Collected data

-=-=-=-=-

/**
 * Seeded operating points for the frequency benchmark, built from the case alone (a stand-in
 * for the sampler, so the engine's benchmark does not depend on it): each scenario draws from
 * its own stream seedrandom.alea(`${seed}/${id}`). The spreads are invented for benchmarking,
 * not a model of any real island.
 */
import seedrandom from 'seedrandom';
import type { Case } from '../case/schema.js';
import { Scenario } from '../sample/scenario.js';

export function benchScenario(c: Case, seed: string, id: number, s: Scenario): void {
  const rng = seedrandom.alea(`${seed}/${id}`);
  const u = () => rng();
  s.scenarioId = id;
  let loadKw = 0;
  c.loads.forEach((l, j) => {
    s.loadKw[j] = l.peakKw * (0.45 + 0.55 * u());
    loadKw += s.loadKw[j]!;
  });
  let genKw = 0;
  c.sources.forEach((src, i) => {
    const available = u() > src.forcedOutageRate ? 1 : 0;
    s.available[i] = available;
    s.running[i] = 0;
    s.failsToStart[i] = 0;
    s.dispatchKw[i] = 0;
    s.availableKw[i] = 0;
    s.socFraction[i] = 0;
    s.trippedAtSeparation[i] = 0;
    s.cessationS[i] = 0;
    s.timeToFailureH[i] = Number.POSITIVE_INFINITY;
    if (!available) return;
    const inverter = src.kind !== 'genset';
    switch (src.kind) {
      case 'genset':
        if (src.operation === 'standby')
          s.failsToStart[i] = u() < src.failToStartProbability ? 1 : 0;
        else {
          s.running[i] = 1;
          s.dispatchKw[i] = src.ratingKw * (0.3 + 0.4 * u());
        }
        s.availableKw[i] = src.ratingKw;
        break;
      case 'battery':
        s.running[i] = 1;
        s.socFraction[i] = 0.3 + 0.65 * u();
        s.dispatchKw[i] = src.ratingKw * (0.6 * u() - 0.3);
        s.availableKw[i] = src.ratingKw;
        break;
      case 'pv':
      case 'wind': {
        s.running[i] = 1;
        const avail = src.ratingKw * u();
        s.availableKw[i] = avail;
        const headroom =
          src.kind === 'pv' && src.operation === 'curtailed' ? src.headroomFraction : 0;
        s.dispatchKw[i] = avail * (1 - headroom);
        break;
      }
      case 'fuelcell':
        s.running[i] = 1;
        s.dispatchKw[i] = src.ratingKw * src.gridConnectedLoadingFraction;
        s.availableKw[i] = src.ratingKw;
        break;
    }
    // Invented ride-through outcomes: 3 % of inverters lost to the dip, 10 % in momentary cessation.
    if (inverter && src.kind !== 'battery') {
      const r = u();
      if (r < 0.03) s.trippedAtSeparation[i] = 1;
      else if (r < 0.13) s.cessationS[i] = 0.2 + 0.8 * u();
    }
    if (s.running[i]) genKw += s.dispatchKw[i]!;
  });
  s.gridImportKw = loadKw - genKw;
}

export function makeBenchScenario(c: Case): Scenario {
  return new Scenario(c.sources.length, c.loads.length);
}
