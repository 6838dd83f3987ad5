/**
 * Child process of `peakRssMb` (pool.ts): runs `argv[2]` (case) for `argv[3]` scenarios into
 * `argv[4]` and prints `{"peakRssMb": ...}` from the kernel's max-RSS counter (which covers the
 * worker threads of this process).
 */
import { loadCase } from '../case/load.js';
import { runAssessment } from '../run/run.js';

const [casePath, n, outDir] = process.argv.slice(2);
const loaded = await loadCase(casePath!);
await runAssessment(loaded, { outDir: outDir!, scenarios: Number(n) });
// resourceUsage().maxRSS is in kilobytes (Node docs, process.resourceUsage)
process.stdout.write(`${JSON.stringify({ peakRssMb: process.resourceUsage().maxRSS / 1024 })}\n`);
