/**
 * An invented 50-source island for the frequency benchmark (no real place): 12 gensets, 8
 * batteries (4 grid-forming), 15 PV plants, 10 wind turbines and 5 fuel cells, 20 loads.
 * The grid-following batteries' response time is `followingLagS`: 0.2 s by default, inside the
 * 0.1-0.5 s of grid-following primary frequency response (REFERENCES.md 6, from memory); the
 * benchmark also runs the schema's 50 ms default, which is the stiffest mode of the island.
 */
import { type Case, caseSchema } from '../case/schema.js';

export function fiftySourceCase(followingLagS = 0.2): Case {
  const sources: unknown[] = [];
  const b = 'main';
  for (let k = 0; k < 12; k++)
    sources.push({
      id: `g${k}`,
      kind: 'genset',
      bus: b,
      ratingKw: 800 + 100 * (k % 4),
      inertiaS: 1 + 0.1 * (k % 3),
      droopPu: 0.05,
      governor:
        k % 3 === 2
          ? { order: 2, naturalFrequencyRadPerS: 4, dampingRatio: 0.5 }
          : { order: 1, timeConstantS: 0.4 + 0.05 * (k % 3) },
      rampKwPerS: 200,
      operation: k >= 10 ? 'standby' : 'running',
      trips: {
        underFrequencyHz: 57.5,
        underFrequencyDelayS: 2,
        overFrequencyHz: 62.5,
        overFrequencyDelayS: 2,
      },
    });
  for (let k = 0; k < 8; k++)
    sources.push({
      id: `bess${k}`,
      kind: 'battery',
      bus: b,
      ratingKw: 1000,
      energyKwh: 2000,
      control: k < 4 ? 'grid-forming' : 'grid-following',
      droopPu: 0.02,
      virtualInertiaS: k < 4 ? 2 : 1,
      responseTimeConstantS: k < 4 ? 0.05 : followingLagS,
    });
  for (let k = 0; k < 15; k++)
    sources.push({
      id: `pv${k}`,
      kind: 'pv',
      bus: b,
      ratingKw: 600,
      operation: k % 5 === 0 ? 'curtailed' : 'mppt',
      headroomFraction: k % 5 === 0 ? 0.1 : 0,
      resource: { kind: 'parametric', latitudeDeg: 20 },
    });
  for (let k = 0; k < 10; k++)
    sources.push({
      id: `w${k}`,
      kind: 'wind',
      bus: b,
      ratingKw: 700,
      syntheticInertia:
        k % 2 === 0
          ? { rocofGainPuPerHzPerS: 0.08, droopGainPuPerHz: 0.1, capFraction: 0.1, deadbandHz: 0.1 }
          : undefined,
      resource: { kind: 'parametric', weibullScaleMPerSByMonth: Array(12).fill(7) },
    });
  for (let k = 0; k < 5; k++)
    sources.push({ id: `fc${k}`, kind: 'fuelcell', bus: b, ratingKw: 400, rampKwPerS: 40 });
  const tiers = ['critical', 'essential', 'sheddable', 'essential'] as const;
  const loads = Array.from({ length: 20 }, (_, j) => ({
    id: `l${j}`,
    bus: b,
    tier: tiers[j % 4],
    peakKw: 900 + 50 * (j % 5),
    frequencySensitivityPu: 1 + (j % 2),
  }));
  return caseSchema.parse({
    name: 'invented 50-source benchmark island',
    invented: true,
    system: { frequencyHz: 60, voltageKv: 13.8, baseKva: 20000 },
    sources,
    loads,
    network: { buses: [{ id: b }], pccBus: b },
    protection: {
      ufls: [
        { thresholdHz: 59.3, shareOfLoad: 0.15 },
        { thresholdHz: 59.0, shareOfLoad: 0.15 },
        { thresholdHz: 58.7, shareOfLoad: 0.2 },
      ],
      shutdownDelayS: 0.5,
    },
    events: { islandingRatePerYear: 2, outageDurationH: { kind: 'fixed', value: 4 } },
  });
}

-=-=-=-=-

■ **Exercise prompt**
Looking at the records above, in how many lines does the word "else" occur? Reply with the number alone.

■ **Task response**
2